Cho Hana storyline

.

untitled

.

Oh Sehun

LuHan

others

.

Hunhan. BL. Yaoi. Mystery. Thriller. Crime.

.

Seluruh pemain di cerita ini adalah milik orang tuanya, dirinya, agensi, dan tentu saja milik Tuhan.

.

.

.

.

.

.

"Aku akan selalu melindungimu. Aku akan menyelamatkanmu."

.

.

.

.

.

.

Jarum jam berdetak dengan ketukan yang konstan tanpa henti. Menciptakan alunan melodi pengisi kesunyian di malam itu.

Sekalipun hujan turun dengan deras, detakan jarum jam itu tetap terdengar di beberapa penjuru ruangan. Berpadu dengan tetesan hujan, membuat melodi itu semakin menarik perhatian seseorang.
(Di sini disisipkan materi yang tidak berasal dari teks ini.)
"""Deflections of every span: span over depth, and from curvatures."""

from __future__ import annotations

from dataclasses import dataclass

import numpy as np

from calcpack.clauses.en1992.along import TopZone
from calcpack.clauses.en1992.bending import steel_for
from calcpack.clauses.en1992.case import BeamCase, Floats, Service, places
from calcpack.clauses.en1992.cracking import Elastic, elastic
from calcpack.clauses.en1992.deflection import (
    LASTING,
    SINGLE,
    basic_span_depth,
    curvature,
    deflections,
    interpolation,
    span_factor,
)
from calcpack.clauses.en1992.faces import Face
from calcpack.clauses.en1992.model import within
from calcpack.statics import Curve

POINTS = 400  # intervals a span
LONG = 7.0  # [m], 7.4.2(2)


@dataclass(frozen=True)
class SpanDepth:
    """Span over depth of one span and what it may be."""

    number: int
    moment: float  # [kNm], by size
    required: float  # bars in tension [m2]
    ratio: float  # ρ
    ratio_2: float
    factor: float  # K
    basic: float
    stress: float  # 310 MPa over σ_s
    flanged: float
    long: float
    limit: float
    actual: float


@dataclass(frozen=True)
class SpanDeflection:
    """Deflections of one span [m]; limits None where none are asked for."""

    number: int
    x: Floats
    line: Floats
    at: float
    total: float
    limit: float | None
    live: float | None  # what live load adds, short term; None without live load
    live_at: float
    live_limit: float | None
    moment: float  # largest lasting moment [kNm], by size: sagging, of an overhang hogging
    zeta: float  # there


def span_depths(case: BeamCase, bottom: Face, top: Face | None) -> tuple[SpanDepth, ...]:
    """Span over depth of every span that has a sagging moment, and of every overhang.

    Parameters
    ----------
    case : BeamCase
    bottom, top : Face
        Bars of the spans and of the supports; lengths in m, moments in kNm.

    Source: EN 1992-1-1:2004, 7.4.2(2).
    """
    found = []
    for number, span in enumerate(case.spans):
        face = top if span.overhang else bottom
        if face is None:
            continue
        x = case.places
        inside = span.holds(x)
        values = -case.moment.lower.values(x) if span.overhang else case.moment.upper.values(x)
        moment = float(values[inside].max())
        depth_2 = face.compression.centroid if face.compression else face.bars.inset
        required, required_2 = steel_for(moment, face.outline, case.strength, face.depth, face.limit, depth_2)
        if required <= 0:
            continue
        width = face.outline.block_width
        ratio, ratio_2 = (each / (width * face.depth) for each in (required, required_2))
        factor = span_factor(span.left, span.right, case.national)
        basic = basic_span_depth(ratio, ratio_2, factor, case.strength)
        stress = min(500e3 / case.strength.fyk * face.bars.area / required, 1.5)
        flanged = 1.0 if within(width, 3 * face.outline.web) else 0.8
        long = min(LONG / span.length, 1.0)
        limit = basic * stress * flanged * long
        found.append(
            SpanDepth(
                number,
                moment,
                required,
                ratio,
                ratio_2,
                factor,
                basic,
                stress,
                flanged,
                long,
                limit,
                span.length / face.depth,
            )
        )
    return tuple(found)


@dataclass(frozen=True)
class Stiffness:
    """Sections along the beam for one kind of load."""

    sagging: Elastic
    hogging: Elastic
    through: Elastic  # hogging, with the bars that run through alone
    zones: tuple[TopZone, ...]
    modulus: float  # [kPa]
    shrinkage: float

    def line(self, case: BeamCase, x: Floats, moment: Floats, zeta: tuple[Floats, Floats, Floats]) -> Floats:
        """Deflection line [m]."""
        kappa = [
            curvature(np.abs(moment), degree, section, self.modulus, self.shrinkage)
            for degree, section in zip(zeta, (self.sagging, self.hogging, self.through), strict=True)
        ]
        full = np.zeros_like(x, dtype=bool)
        for zone in self.zones:
            full |= (x >= zone.full_start) & (x <= zone.full_end)
        signed = np.where(moment >= 0, kappa[0], np.where(full, -kappa[1], -kappa[2]))
        return deflections(x, signed, [each.at for each in case.supports], case.fixed)

    def zeta(self, moment: Floats, beta: float) -> tuple[Floats, Floats, Floats]:
        """ζ with each of the sections."""
        one, two, three = (
            interpolation(moment, each.cracking, beta) for each in (self.sagging, self.hogging, self.through)
        )
        return one, two, three


def stiffness(
    case: BeamCase, bottom: Face, top: Face | None, through: Face, zones: tuple[TopZone, ...], creep: float
) -> Stiffness:
    """The sections for a load that creeps by so much; without creep without shrinkage.

    Parameters
    ----------
    case : BeamCase
    bottom, top, through : Face
    zones : tuple of TopZone
        Where all the top bars lie [m].
    creep : float
        φ(∞, t0).

    Source: EN 1992-1-1:2004, 7.4.3(5), (7.20), and (6).
    """
    over = top or through

    def section(face: Face) -> Elastic:
        return elastic(face.outline, case.strength, face.bars.area, face.depth, creep)

    return Stiffness(
        section(bottom),
        section(over),
        section(through),
        zones,
        case.strength.ecm / (1 + creep),
        case.shrinkage if creep else 0.0,
    )


def span_deflections(
    case: BeamCase,
    bottom: Face,
    top: Face | None,
    through: Face,
    zones: tuple[TopZone, ...],
    points: int = POINTS,
) -> tuple[SpanDeflection, ...]:
    """The largest deflection of every span.

    Parameters
    ----------
    points : int
        Intervals a span of the integration.

    Source: EN 1992-1-1:2004, 7.4.3.
    """
    lasting = stiffness(case, bottom, top, through, zones, case.creep)
    short = stiffness(case, bottom, top, through, zones, 0.0)
    found = []
    live_factor, total_factor = case.limits
    for number, (span, service) in enumerate(zip(case.spans, case.service, strict=True)):
        x = grid(case, service, points)
        moment = service.lasting.values(x)
        zeta = lasting.zeta(moment, LASTING)
        line = lasting.line(case, x, moment, zeta)
        inside = span.holds(x)
        own, places_in = line[inside], x[inside]
        most = int(np.argmax(np.abs(own)))
        reach = 2 * span.length if span.overhang else span.length
        live = None
        live_at = span.start
        if service.rare is not None and service.dead is not None:
            rare = service.rare.values(x)
            cracked = short.zeta(rare, SINGLE)
            both = short.line(case, x, rare, cracked)
            dead = short.line(case, x, service.dead.values(x), cracked)
            added = np.abs((both - dead)[inside])
            live, live_at = float(added.max()), float(places_in[int(np.argmax(added))])
        bent = moment[inside]
        hogging = span.overhang or bent.max() <= 0
        heavy = int(np.argmin(bent) if hogging else np.argmax(bent))
        degree = zeta[1] if hogging else zeta[0]
        found.append(
            SpanDeflection(
                number,
                places_in,
                own,
                float(places_in[most]),
                float(abs(own[most])),
                reach / total_factor if total_factor else None,
                live,
                live_at,
                reach / live_factor if live_factor and live is not None else None,
                float(abs(bent[heavy])),
                float(degree[inside][heavy]),
            )
        )
    return tuple(found)


def grid(case: BeamCase, service: Service, points: int) -> Floats:
    """Places to integrate over: even within every span, supports and breaks of the moment among them.

    Parameters
    ----------
    case : BeamCase
    service : Service
    points : int
        Intervals of the shortest span.

    Source: geometry.
    """
    curves: list[Curve] = [service.lasting]
    ends = sorted({each.start for each in case.spans} | {each.end for each in case.spans})
    step = min(each.length for each in case.spans) / points
    return places(case.length, [*ends, *(float(at) for curve in curves for at in curve.breaks)], step)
Luhan bangkit dari tidurnya. Merasakan daya tarik dari alunan melodi hujan dan jarum jam. Melangkah perlahan keluar dari bilik kamarnya dengan gontai. Tak ada satupun sumber cahaya dari dalam kediaman Luhan. Namun itu tak membuat dirinya kesulitan untuk menggunakan indera penglihatannya. Setidaknya ada pantulan cahaya lampu dari luar kediamannya.

Di tengah gelap dan dinginnya malam, Luhan melangkah menyusuri kediamannya itu. Entah apa yang ingin ia lakukan saat itu. Ia hanya terus melangkah tanpa henti.

Tempat yang dihuni Luhan bukanlah tempat yang mewah apalagi seperti istana. Tempat itu hanyalah tempat sederhana. Namun rasanya sangatlah luas tempat itu ketika hanya dihuni oleh Luhan dan saudaranya.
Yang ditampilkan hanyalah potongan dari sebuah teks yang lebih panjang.